Run the "Authentication" request first, then explore other endpoints

💡 Tip: Pro Tip: The collection includes pre-request scripts that automatically handle authentication token management. Just run the authentication request once, and all other requests will use the token automatically.

Authentication Overview

All API requests (except the authentication endpoint itself) require a valid Bearer token in the Authorization header:

Authorization: Bearer <your_jwt_token>

Quick Start Example

curl -X POST https://your-utmstack-instance.com/api/authenticate 
  -H "Content-Type: application/json" 
  -d '{"username":"your_username","password":"your_password"}'
{
  "id_token": "eyJhbGciOiJIUzI1NiIsInR5cCI6IkpXVCJ9.eyJzdWIiOiJ1c2VybmFtZSIsImF1dGgiOiJST0xFX0FETUlOIn0.signature",
  "authenticated": true
}

Request/Response Format

Content Type

All API requests and responses use JSON format:

Content-Type: application/json

Request Structure

Most endpoints expect JSON in the request body:

{
  "field": "value",
  "array": ["item1", "item2"],
  "nested": {
    "property": "value"
  }
}

Response Structure

Successful responses typically return:

  • Search endpoints: Array of objects

  • Update endpoints: HTTP 200 with empty body

  • Error responses: JSON object with error details

Rate Limiting

ℹ️ Info: UTMStack implements rate limiting to ensure API stability. If you exceed the rate limit, you'll receive a 429 Too Many Requests response.

Best Practices

  • Implement exponential backoff for retries

  • Cache authentication tokens instead of re-authenticating for each request

  • Batch operations when possible to reduce API calls

  • Use appropriate page sizes for search operations

Error Handling

Standard Error Response

{
  "error": "Error description",
  "message": "Detailed error message",
  "timestamp": "2024-10-16T10:30:00.000Z",
  "status": 400
}

SDK and Libraries

Note: Currently, UTMStack provides REST API endpoints. Community SDKs and libraries may be available for specific programming languages.

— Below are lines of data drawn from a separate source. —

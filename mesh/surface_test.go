package mesh

import (
	"fmt"
	"math"
	"math/rand/v2"
	"os"
	"os/exec"
	"path/filepath"
	"strings"
	"testing"

	"github.com/go-gl/mathgl/mgl64"
)

// surfBallGrid marks the voxel centres within r of c on a grid of n^3 voxels.
func surfBallGrid(n int, voxel, r float64, c mgl64.Vec3) *Grid {
	g := &Grid{Voxel: voxel, NX: n, NY: n, NZ: n, Inside: make([]bool, n*n*n)}
	for k := range n {
		for j := range n {
			for i := range n {
				g.Inside[g.Index(i, j, k)] = g.Center(i, j, k).Sub(c).Len() < r
			}
		}
	}
	return g
}

func surfCheckClosed(t *testing.T, what string, m *Mesh, shells int) {
	t.Helper()
	rep := Validate(m)
	// A watertight, consistently oriented 2-manifold: every edge in exactly two triangles
	// running it in opposite directions.
	if !rep.Closed || !rep.Manifold || rep.InconsistentOrientation != 0 || rep.Degenerate != 0 || rep.Shells != shells {
		t.Errorf("%s: %+v (want closed, manifold, oriented, %d shells)", what, rep, shells)
	}
}

func TestExtractSurfaceBallClosedAndVolume(t *testing.T) {
	const n, v, r = 40, 0.05, 0.8
	c := mgl64.Vec3{1.003, 0.998, 1.011}
	g := surfBallGrid(n, v, r, c)
	m := ExtractSurface(g)
	surfCheckClosed(t, "ball", m, 1)
	vol := Volume(m)
	// Analytic sphere volume 4/3 pi r^3: the mid-way surface of a binary mask stays within
	// about a voxel of the true one; at r = 16 voxels that is within 2 %.
	want := 4.0 / 3 * math.Pi * r * r * r
	if math.Abs(vol-want) > 0.02*want {
		t.Errorf("ball volume %.4f, analytic %.4f", vol, want)
	}
	// The surface must lie within one voxel of the sphere.
	for _, p := range m.Vertices {
		if d := math.Abs(p.Sub(c).Len() - r); d > v {
			t.Fatalf("vertex %v is %.3f mm off the sphere", p, d)
		}
	}
}

func TestExtractSurfaceTubeVolume(t *testing.T) {
	// A cylinder of radius 0.5 along z, 2 mm long, in 0.04 mm voxels.
	const v, r, l = 0.04, 0.5, 2.0
	g := &Grid{Origin: mgl64.Vec3{-0.6, -0.6, -0.2}, Voxel: v, NX: 30, NY: 30, NZ: 60}
	g.Inside = make([]bool, g.NX*g.NY*g.NZ)
	for k := range g.NZ {
		for j := range g.NY {
			for i := range g.NX {
				p := g.Center(i, j, k)
				g.Inside[g.Index(i, j, k)] = math.Hypot(p[0], p[1]) < r && p[2] > 0 && p[2] < l
			}
		}
	}
	m := ExtractSurface(g)
	surfCheckClosed(t, "tube", m, 1)
	// Analytic cylinder pi r^2 l, within 2 % (one-voxel rim on a 12-voxel radius).
	want := math.Pi * r * r * l
	if got := Volume(m); math.Abs(got-want) > 0.02*want {
		t.Errorf("tube volume %.4f, analytic %.4f", got, want)
	}
}

// Voxels that touch only along an edge or at a corner are where marching cubes can tear or
// pinch. Every 2x2x2 configuration must give a closed manifold with the right shell count
// (the components of the inside voxels connected through shared faces, and the surface
// shells of the outside, which here is always one connected region).
func TestExtractSurfaceAllCubeConfigurations(t *testing.T) {
	for cfg := 1; cfg < 256; cfg++ {
		g := &Grid{Voxel: 1, NX: 2, NY: 2, NZ: 2, Inside: make([]bool, 8)}
		for c := range 8 {
			g.Inside[c] = cfg>>c&1 == 1
		}
		m := ExtractSurface(g)
		rep := Validate(m)
		if !rep.Closed || rep.InconsistentOrientation != 0 || rep.Degenerate != 0 {
			t.Fatalf("configuration %08b: %+v", cfg, rep)
		}
		if rep.NonManifoldEdges != 0 {
			t.Fatalf("configuration %08b: %d non-manifold edges", cfg, rep.NonManifoldEdges)
		}
		// Divergence theorem: the enclosed volume is positive for outward triangles.
		if Volume(m) <= 0 {
			t.Fatalf("configuration %08b: volume %g", cfg, Volume(m))
		}
	}
}

// Random masks put every pair of neighbouring cube patterns side by side; the surface must
// stay closed and manifold (each edge in two oppositely run triangles) whatever the mix.
func TestExtractSurfaceRandomMasksClosed(t *testing.T) {
	rng := rand.New(rand.NewPCG(7, 11))
	for _, density := range []float64{0.2, 0.5, 0.8} {
		g := &Grid{Voxel: 0.1, NX: 14, NY: 13, NZ: 12}
		g.Inside = make([]bool, g.NX*g.NY*g.NZ)
		for i := range g.Inside {
			g.Inside[i] = rng.Float64() < density
		}
		m := ExtractSurface(g)
		rep := Validate(m)
		if !rep.Closed || !rep.Manifold || rep.InconsistentOrientation != 0 || rep.Degenerate != 0 {
			t.Errorf("density %.1f: %+v", density, rep)
		}
		// Outward triangles enclose a positive volume (divergence theorem).
		if v := Volume(m); v <= 0 {
			t.Errorf("density %.1f: volume %g", density, v)
		}
	}
}

func TestExtractIsoSurfaceSmoothSphere(t *testing.T) {
	const n, v, r = 32, 0.1, 1.2
	c := mgl64.Vec3{1.6, 1.6, 1.6}
	field := make([]float32, n*n*n)
	g := &Grid{Voxel: v, NX: n, NY: n, NZ: n}
	for k := range n {
		for j := range n {
			for i := range n {
				field[g.Index(i, j, k)] = float32(r - g.Center(i, j, k).Sub(c).Len())
			}
		}
	}
	m := ExtractIsoSurface(field, n, n, n, mgl64.Vec3{}, v, 0)
	surfCheckClosed(t, "iso sphere", m, 1)
	// Analytic sphere: with linear interpolation of a distance field the error is second
	// order; 12 voxels of radius give well under 1 % in volume and area.
	wantV, wantA := 4.0/3*math.Pi*r*r*r, 4*math.Pi*r*r
	if got := Volume(m); math.Abs(got-wantV) > 0.01*wantV {
		t.Errorf("iso sphere volume %.4f, analytic %.4f", got, wantV)
	}
	if got := Area(m); math.Abs(got-wantA) > 0.01*wantA {
		t.Errorf("iso sphere area %.4f, analytic %.4f", got, wantA)
	}
	if got := ExtractIsoSurface(field[:10], n, n, n, mgl64.Vec3{}, v, 0); len(got.Triangles) != 0 {
		t.Error("a field of the wrong length gave a surface")
	}
}

// surfPython finds a python3 that has scikit-image (Debian python3-skimage).
func surfPython() string {
	for _, py := range []string{"python3", "/usr/bin/python3"} {
		if exec.Command(py, "-c", "import skimage.measure, numpy").Run() == nil {
			return py
		}
	}
	return ""
}

// Cross-check against scikit-image's marching cubes (Lewiner) on the same mask: the two
// surfaces are different triangulations of the same mid-way boundary, so area and volume
// agree within a few percent.
func TestExtractSurfaceAgreesWithScikitImage(t *testing.T) {
	py := surfPython()
	if py == "" {
		if os.Getenv("CI") != "" {
			t.Fatal("python3 with scikit-image (Debian python3-skimage) is needed for this check")
		}
		t.Skip("python3 with scikit-image not installed")
	}
	const n, v = 36, 0.05
	g := surfBallGrid(n, v, 0.7, mgl64.Vec3{0.9, 0.9, 0.9})
	// Add a tube through the ball so the shape is not only a sphere.
	for k := range n {
		for j := range n {
			for i := range n {
				p := g.Center(i, j, k)
				if math.Hypot(p[0]-0.9, p[2]-0.9) < 0.3 && p[1] > 0.2 && p[1] < 1.6 {
					g.Inside[g.Index(i, j, k)] = true
				}
			}
		}
	}
	raw := make([]byte, len(g.Inside))
	for i, in := range g.Inside {
		if in {
			raw[i] = 1
		}
	}
	path := filepath.Join(t.TempDir(), "mask.u8")
	if err := os.WriteFile(path, raw, 0o644); err != nil {
		t.Fatal(err)
	}
	script := fmt.Sprintf(`
import numpy as np
from skimage import measure
m = np.fromfile(%q, dtype=np.uint8).reshape((%d, %d, %d)).astype(np.float32)
m = np.pad(m, 1)
verts, faces, _, _ = measure.marching_cubes(m, 0.5, spacing=(%g, %g, %g))
a, b, c = verts[faces[:, 0]], verts[faces[:, 1]], verts[faces[:, 2]]
vol = abs(np.einsum('ij,ij->i', a, np.cross(b, c)).sum() / 6)
print(measure.mesh_surface_area(verts, faces), vol)
`, path, g.NZ, g.NY, g.NX, v, v, v)
	out, err := exec.Command(py, "-c", script).CombinedOutput()
	if err != nil {
		t.Fatalf("python: %v\n%s", err, out)
	}
	var skArea, skVol float64
	if _, err := fmt.Sscan(strings.TrimSpace(string(out)), &skArea, &skVol); err != nil {
		t.Fatalf("python output %q: %v", out, err)
	}
	m := ExtractSurface(g)
	area, vol := Area(m), Volume(m)
	t.Logf("area %.4f (skimage %.4f), volume %.4f (skimage %.4f)", area, skArea, vol, skVol)
	if math.Abs(vol-skVol) > 0.02*skVol {
		t.Errorf("volume %.4f, scikit-image %.4f", vol, skVol)
	}
	if math.Abs(area-skArea) > 0.05*skArea {
		t.Errorf("area %.4f, scikit-image %.4f", area, skArea)
	}
}

// BenchmarkExtractSurface: the boundary of a 200k-triangle curved canal voxelised at 0.02 mm.
func BenchmarkExtractSurface(b *testing.B) {
	g, err := Voxelize(tubeCanalLike(782, 128), 0.02, 2, 0)
	if err != nil {
		b.Fatal(err)
	}
	var tris int
	for b.Loop() {
		tris = len(ExtractSurface(g).Triangles)
	}
	b.ReportMetric(float64(tris), "triangles")
	b.ReportMetric(float64(len(g.Inside)), "voxels")
}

  • JavaScript: fetch, axios

  • Python: requests, httpx

  • Java: OkHttp, Apache HttpClient

  • C#: HttpClient

  • Go: net/http

  • PHP: Guzzle, cURL

Version Information

  • API Version: v1.0

  • Documentation Version: 2025.10

  • Last Updated: October 2025

💡 Tip: This documentation is actively maintained. Check back regularly for updates and new endpoint additions.